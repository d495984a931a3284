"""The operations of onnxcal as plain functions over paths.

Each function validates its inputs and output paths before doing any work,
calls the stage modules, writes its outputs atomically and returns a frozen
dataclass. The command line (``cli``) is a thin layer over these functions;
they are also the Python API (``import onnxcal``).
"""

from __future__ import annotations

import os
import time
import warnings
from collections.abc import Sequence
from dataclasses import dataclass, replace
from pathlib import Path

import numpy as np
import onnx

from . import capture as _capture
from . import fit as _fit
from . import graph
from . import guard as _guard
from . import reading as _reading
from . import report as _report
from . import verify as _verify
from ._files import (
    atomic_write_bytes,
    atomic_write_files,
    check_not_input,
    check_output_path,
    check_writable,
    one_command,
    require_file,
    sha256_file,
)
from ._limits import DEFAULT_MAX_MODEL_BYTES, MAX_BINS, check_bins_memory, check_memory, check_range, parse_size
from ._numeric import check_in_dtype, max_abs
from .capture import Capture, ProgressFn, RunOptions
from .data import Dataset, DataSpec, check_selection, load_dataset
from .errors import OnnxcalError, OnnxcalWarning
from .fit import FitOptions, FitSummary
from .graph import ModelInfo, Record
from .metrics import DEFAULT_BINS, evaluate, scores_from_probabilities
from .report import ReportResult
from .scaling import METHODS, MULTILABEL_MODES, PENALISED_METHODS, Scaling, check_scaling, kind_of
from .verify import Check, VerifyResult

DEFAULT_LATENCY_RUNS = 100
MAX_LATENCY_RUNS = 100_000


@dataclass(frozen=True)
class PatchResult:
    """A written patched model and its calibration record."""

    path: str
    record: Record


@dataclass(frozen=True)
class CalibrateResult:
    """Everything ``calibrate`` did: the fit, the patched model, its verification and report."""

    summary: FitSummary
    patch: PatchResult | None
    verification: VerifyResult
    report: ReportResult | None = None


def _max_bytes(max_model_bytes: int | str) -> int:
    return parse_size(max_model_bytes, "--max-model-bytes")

▬▬▬▬▬▬▬▬▬▬

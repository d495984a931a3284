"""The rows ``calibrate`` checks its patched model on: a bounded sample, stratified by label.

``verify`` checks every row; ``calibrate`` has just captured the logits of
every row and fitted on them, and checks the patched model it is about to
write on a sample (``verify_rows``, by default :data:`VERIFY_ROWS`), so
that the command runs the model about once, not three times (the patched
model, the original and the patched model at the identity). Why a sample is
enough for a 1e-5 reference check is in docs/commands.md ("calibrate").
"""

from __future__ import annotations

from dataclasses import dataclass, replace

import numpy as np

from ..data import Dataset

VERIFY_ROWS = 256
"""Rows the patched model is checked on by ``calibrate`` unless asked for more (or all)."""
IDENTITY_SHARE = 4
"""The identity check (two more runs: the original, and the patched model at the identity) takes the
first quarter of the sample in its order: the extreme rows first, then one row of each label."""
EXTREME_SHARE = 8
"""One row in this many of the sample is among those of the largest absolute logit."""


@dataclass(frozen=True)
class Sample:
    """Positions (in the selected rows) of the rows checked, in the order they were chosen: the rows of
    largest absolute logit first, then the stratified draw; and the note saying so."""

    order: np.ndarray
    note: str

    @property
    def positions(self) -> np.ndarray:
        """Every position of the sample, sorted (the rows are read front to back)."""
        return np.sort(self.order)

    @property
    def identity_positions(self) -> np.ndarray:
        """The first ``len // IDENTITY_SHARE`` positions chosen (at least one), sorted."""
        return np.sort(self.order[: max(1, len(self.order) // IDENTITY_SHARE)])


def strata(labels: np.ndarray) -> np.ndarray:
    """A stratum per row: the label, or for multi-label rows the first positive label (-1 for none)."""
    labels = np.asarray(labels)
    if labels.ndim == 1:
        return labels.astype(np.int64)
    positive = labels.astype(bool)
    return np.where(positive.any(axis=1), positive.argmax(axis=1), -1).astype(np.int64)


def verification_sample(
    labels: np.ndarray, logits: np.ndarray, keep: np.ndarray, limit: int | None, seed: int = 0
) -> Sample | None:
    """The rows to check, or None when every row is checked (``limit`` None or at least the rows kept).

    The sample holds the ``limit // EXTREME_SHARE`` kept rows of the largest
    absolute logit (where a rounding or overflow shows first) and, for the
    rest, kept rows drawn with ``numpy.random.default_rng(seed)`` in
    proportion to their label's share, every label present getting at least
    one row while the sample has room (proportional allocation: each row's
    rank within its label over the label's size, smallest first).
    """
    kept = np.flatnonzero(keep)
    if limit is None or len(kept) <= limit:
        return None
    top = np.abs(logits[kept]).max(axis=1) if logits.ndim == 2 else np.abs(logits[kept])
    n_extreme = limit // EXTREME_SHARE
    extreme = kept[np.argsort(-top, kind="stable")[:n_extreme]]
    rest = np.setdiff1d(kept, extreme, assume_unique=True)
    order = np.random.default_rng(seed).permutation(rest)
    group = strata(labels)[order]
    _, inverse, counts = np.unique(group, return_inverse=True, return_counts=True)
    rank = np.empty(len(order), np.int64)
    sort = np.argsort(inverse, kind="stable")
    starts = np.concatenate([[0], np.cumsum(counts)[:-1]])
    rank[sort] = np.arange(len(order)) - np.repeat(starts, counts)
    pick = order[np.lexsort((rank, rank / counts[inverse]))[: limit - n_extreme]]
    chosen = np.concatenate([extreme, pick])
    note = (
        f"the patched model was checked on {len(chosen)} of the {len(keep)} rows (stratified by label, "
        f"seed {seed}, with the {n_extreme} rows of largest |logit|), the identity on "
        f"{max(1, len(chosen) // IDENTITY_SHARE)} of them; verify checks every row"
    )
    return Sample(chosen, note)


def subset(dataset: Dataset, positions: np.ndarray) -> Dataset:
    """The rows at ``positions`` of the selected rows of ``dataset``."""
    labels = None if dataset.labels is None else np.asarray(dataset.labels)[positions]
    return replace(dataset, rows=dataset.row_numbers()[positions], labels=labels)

▬▬▬▬▬▬▬▬▬▬

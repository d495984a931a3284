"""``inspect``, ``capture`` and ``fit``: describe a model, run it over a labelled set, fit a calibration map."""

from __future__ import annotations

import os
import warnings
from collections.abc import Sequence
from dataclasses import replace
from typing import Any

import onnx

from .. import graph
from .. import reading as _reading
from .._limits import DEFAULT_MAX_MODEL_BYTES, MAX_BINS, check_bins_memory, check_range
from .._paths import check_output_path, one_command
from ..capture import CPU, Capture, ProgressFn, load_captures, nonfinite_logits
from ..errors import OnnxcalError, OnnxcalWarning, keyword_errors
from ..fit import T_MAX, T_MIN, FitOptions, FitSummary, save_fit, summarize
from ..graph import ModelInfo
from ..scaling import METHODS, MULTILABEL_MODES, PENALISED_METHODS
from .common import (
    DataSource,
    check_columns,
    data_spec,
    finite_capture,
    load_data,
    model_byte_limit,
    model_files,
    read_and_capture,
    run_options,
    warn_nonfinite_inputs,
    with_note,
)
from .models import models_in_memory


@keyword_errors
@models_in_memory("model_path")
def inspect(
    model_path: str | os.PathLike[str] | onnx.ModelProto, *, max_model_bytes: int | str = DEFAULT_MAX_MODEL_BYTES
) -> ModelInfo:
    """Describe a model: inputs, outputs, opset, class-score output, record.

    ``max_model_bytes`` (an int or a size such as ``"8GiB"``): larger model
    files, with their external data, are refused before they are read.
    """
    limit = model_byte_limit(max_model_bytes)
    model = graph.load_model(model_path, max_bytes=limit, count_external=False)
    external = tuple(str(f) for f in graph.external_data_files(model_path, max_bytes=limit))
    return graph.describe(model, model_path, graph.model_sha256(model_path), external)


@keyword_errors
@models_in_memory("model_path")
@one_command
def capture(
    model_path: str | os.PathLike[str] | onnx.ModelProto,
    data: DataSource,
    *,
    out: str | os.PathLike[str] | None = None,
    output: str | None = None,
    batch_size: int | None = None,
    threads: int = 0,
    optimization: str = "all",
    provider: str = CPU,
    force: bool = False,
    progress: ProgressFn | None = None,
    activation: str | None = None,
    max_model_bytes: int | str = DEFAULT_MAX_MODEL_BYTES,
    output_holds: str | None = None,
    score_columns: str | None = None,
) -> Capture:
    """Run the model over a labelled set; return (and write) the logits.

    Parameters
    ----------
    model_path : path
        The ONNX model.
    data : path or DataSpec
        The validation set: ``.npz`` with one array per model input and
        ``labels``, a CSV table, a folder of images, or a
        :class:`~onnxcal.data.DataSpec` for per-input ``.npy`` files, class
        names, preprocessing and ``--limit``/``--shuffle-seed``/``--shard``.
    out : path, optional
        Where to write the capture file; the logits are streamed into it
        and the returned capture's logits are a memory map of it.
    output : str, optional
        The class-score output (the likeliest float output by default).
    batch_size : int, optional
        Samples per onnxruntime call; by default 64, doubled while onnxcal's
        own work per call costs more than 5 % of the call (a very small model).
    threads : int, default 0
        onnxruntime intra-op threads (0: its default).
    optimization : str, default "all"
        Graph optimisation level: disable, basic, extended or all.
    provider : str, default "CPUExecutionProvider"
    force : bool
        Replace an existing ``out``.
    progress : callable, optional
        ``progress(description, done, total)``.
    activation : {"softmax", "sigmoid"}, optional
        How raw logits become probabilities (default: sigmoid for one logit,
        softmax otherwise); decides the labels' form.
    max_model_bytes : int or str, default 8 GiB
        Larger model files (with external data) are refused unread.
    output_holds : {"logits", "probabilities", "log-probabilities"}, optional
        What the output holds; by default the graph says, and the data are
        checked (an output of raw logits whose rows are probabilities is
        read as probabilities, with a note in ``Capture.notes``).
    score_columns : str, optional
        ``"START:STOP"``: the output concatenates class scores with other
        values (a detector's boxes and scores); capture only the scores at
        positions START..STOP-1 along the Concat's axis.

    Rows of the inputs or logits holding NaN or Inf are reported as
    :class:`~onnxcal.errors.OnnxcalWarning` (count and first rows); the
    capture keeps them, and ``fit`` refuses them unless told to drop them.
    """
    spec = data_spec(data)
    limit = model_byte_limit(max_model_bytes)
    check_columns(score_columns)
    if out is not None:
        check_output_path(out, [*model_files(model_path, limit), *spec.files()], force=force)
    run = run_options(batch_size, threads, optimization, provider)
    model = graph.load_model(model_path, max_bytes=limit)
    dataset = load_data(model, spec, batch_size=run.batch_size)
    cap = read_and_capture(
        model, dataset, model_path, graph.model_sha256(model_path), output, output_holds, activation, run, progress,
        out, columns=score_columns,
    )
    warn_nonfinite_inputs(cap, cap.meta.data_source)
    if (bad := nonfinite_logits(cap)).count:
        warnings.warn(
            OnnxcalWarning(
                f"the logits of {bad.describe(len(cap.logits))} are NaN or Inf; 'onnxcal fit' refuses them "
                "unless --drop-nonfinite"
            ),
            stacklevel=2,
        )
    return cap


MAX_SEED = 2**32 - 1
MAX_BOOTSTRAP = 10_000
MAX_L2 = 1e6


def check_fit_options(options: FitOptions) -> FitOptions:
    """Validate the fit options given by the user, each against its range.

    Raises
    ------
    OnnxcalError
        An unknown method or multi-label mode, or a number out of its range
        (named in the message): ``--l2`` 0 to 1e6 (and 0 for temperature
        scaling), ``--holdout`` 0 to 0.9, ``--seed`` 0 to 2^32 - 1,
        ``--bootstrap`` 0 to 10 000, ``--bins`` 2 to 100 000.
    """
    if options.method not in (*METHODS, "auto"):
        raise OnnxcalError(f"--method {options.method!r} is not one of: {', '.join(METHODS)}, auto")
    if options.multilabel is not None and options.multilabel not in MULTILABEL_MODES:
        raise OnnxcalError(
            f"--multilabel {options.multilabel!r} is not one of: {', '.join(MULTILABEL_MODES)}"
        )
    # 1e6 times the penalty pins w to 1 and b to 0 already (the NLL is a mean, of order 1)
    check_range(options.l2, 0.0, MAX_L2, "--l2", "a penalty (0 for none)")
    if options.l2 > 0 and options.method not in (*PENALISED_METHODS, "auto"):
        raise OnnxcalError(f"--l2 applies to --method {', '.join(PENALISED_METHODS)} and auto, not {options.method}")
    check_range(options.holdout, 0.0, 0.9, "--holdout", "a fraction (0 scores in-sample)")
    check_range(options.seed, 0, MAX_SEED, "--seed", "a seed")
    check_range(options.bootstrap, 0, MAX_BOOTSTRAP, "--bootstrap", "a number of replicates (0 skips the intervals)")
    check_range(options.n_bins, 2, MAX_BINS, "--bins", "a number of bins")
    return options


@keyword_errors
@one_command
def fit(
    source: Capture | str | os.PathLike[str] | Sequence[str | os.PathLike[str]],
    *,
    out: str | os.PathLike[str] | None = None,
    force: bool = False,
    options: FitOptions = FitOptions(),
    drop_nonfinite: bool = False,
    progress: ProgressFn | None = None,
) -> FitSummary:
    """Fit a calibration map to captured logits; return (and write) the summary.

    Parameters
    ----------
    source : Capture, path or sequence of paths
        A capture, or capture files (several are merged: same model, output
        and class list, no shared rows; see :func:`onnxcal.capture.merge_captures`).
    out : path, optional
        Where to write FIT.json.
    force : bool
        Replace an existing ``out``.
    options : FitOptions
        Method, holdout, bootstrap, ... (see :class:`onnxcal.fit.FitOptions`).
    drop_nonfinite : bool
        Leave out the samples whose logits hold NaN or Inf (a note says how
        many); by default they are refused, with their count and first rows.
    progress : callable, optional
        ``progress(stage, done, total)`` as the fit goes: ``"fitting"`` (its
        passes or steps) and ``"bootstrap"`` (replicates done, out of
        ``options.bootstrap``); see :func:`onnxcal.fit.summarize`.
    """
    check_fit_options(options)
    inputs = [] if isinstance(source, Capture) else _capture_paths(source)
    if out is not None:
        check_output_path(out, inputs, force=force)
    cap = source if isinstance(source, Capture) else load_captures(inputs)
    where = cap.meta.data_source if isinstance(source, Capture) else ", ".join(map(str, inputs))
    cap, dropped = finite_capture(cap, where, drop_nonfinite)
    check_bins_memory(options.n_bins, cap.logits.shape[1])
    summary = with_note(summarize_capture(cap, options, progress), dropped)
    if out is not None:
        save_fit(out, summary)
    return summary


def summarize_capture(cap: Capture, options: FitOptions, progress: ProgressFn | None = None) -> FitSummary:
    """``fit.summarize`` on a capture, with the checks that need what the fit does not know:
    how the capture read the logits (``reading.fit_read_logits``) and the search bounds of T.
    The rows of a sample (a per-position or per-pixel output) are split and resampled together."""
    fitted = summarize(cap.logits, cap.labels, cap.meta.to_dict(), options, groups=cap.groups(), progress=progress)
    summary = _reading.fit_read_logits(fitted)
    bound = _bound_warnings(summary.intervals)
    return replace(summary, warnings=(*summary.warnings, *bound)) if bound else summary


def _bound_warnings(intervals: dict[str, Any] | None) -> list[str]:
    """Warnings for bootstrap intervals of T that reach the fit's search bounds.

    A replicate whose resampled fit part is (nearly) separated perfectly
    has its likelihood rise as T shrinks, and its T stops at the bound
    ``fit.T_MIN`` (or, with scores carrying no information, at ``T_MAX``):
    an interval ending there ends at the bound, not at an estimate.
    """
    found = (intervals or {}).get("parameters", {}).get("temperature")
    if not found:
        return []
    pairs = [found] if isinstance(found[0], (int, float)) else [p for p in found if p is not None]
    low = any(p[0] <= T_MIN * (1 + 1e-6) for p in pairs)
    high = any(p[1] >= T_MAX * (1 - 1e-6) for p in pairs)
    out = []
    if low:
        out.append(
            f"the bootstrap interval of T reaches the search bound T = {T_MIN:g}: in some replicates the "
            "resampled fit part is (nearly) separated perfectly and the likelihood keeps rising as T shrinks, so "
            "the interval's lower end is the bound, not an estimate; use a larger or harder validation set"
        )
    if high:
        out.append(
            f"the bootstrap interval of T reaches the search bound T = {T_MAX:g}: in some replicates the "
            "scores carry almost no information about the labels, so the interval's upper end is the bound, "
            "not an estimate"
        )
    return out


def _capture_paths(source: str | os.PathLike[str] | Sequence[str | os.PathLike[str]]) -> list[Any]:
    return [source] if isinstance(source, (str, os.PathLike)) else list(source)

▬▬▬▬▬▬▬▬▬▬

Task
The required output is each line of the entries that contains the word "False".

Task answer
    model = graph.load_model(model_path, max_bytes=limit, count_external=False)
    force: bool = False,
    force: bool = False,
    drop_nonfinite: bool = False,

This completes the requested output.